Work request
From the records below, output exactly the lines running from the line containing "and delete. */" through the line containing "for (const s of children.get(parent)", and no others.

Supplied records
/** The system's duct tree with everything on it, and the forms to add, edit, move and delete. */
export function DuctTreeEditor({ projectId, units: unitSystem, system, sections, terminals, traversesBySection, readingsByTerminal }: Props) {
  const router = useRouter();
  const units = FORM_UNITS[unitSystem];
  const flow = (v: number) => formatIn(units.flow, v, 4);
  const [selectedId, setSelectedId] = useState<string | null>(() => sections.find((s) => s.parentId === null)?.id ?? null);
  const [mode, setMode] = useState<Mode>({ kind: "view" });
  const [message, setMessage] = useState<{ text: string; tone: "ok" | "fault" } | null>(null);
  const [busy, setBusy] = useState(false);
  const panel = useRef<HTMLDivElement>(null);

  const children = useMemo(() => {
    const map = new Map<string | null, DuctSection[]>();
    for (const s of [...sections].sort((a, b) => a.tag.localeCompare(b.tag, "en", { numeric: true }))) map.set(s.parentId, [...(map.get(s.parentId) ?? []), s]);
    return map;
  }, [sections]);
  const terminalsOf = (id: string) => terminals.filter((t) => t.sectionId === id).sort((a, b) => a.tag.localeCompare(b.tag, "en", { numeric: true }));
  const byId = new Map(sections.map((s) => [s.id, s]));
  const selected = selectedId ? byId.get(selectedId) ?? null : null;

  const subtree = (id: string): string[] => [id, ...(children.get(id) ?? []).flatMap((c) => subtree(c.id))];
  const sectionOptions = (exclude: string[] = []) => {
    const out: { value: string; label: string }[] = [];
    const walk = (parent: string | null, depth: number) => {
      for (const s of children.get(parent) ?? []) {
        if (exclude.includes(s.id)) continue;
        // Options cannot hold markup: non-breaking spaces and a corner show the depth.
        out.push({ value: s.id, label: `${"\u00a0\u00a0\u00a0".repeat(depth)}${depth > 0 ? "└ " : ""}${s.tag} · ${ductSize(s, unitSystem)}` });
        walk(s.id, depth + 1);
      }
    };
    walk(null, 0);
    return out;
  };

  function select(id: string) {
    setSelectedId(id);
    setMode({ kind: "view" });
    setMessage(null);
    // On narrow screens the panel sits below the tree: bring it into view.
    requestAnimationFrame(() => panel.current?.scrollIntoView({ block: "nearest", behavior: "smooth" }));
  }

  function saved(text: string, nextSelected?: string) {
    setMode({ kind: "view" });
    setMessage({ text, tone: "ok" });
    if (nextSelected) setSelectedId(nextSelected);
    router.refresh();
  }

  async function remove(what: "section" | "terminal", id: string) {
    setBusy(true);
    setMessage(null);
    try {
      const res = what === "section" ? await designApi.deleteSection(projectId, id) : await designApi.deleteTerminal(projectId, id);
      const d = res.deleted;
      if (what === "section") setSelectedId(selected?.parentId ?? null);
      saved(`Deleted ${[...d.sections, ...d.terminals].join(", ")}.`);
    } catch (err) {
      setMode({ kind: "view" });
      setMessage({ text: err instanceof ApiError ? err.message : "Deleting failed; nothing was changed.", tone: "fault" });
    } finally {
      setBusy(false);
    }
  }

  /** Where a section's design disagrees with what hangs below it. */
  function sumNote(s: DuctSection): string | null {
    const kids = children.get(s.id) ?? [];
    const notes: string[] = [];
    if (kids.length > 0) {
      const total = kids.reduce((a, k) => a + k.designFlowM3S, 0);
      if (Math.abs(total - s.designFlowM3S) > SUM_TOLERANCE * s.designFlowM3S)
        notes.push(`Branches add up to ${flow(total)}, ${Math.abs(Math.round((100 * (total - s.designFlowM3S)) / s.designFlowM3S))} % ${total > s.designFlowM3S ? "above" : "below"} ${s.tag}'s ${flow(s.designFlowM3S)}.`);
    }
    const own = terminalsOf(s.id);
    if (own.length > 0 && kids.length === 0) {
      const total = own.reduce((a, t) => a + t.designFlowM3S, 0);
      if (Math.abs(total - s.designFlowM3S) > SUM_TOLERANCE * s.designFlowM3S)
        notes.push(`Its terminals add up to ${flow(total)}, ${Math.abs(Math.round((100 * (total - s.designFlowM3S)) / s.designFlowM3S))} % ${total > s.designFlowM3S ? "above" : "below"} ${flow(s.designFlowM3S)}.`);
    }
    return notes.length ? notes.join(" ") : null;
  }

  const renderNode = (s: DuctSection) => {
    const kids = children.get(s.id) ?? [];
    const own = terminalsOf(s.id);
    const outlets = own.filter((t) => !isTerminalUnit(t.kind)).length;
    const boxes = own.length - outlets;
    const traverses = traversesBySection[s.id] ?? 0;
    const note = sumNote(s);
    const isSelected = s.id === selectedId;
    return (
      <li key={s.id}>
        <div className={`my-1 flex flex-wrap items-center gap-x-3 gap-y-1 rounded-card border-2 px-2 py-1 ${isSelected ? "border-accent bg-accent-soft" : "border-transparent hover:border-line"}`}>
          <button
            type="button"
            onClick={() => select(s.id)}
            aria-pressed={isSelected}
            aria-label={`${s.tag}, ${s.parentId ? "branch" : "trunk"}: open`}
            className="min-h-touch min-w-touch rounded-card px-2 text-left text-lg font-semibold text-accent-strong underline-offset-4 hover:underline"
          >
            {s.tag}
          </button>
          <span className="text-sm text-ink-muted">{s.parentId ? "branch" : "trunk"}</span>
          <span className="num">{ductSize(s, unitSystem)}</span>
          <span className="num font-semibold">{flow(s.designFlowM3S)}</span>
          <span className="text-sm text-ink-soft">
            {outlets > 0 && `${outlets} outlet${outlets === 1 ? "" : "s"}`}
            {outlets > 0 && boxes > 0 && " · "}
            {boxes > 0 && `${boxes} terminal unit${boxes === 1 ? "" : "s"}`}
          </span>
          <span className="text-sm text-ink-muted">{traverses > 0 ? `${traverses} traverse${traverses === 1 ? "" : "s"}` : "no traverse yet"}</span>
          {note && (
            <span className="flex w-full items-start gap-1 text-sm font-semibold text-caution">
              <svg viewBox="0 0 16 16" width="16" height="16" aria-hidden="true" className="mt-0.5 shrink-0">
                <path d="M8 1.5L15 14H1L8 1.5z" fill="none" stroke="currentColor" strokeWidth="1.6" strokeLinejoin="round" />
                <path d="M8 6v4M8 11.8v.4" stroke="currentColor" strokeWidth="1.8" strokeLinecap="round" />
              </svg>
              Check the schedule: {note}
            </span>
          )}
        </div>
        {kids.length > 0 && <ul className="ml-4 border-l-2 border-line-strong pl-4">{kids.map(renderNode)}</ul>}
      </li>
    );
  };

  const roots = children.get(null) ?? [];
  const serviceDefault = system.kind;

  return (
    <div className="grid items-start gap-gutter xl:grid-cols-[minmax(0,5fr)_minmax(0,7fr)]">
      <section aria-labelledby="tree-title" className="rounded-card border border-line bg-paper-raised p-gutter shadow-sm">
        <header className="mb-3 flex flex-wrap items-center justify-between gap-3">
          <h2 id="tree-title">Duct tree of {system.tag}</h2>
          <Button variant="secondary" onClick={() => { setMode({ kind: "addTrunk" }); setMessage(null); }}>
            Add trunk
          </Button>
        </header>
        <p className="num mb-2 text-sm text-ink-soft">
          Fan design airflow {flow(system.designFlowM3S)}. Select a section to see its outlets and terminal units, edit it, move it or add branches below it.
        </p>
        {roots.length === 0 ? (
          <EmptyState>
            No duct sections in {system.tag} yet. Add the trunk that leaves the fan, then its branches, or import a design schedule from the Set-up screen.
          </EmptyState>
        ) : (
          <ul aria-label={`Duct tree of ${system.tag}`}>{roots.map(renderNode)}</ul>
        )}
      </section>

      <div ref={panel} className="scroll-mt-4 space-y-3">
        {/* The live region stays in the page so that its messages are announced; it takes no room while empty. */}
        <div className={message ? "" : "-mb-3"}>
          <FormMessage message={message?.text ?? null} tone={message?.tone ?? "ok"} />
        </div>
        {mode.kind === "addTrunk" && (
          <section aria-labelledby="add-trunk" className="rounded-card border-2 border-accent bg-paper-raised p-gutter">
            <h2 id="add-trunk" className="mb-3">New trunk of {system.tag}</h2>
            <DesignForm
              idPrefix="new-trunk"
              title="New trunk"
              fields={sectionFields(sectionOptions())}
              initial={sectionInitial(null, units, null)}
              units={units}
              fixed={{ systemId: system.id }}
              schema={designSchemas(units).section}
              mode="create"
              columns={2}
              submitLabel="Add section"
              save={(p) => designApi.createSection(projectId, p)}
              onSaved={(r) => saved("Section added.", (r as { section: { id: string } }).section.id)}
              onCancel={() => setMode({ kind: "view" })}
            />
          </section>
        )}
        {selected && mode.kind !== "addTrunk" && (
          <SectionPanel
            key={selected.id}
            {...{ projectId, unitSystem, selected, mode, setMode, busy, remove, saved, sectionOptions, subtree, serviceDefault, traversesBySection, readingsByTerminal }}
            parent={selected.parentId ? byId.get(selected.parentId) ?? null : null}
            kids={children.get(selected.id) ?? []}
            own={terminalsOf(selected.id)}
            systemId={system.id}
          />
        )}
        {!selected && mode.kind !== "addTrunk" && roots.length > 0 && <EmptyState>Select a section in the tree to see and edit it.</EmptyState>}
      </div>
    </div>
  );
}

--

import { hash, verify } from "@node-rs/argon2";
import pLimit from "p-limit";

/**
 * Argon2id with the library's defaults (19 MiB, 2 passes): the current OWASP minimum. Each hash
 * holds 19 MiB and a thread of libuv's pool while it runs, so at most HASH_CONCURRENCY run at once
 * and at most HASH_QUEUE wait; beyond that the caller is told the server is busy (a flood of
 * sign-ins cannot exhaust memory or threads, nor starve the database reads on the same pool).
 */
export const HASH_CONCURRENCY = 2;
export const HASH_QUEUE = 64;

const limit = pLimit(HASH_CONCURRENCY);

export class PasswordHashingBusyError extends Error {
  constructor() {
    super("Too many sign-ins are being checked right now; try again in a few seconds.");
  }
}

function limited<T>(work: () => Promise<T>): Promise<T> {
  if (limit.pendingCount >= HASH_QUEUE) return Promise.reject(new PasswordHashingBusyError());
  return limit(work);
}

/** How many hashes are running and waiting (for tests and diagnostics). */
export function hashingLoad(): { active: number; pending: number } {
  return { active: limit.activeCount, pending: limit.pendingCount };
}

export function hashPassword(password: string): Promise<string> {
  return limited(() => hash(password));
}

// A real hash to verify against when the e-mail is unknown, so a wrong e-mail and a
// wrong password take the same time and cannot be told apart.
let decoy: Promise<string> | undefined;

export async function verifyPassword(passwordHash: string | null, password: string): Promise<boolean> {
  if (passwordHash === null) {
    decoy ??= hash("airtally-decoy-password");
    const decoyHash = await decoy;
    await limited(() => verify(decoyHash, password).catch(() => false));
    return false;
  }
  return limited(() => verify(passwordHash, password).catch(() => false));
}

Result
/** The system's duct tree with everything on it, and the forms to add, edit, move and delete. */
export function DuctTreeEditor({ projectId, units: unitSystem, system, sections, terminals, traversesBySection, readingsByTerminal }: Props) {
  const router = useRouter();
  const units = FORM_UNITS[unitSystem];
  const flow = (v: number) => formatIn(units.flow, v, 4);
  const [selectedId, setSelectedId] = useState<string | null>(() => sections.find((s) => s.parentId === null)?.id ?? null);
  const [mode, setMode] = useState<Mode>({ kind: "view" });
  const [message, setMessage] = useState<{ text: string; tone: "ok" | "fault" } | null>(null);
  const [busy, setBusy] = useState(false);
  const panel = useRef<HTMLDivElement>(null);

  const children = useMemo(() => {
    const map = new Map<string | null, DuctSection[]>();
    for (const s of [...sections].sort((a, b) => a.tag.localeCompare(b.tag, "en", { numeric: true }))) map.set(s.parentId, [...(map.get(s.parentId) ?? []), s]);
    return map;
  }, [sections]);
  const terminalsOf = (id: string) => terminals.filter((t) => t.sectionId === id).sort((a, b) => a.tag.localeCompare(b.tag, "en", { numeric: true }));
  const byId = new Map(sections.map((s) => [s.id, s]));
  const selected = selectedId ? byId.get(selectedId) ?? null : null;

  const subtree = (id: string): string[] => [id, ...(children.get(id) ?? []).flatMap((c) => subtree(c.id))];
  const sectionOptions = (exclude: string[] = []) => {
    const out: { value: string; label: string }[] = [];
    const walk = (parent: string | null, depth: number) => {
      for (const s of children.get(parent) ?? []) {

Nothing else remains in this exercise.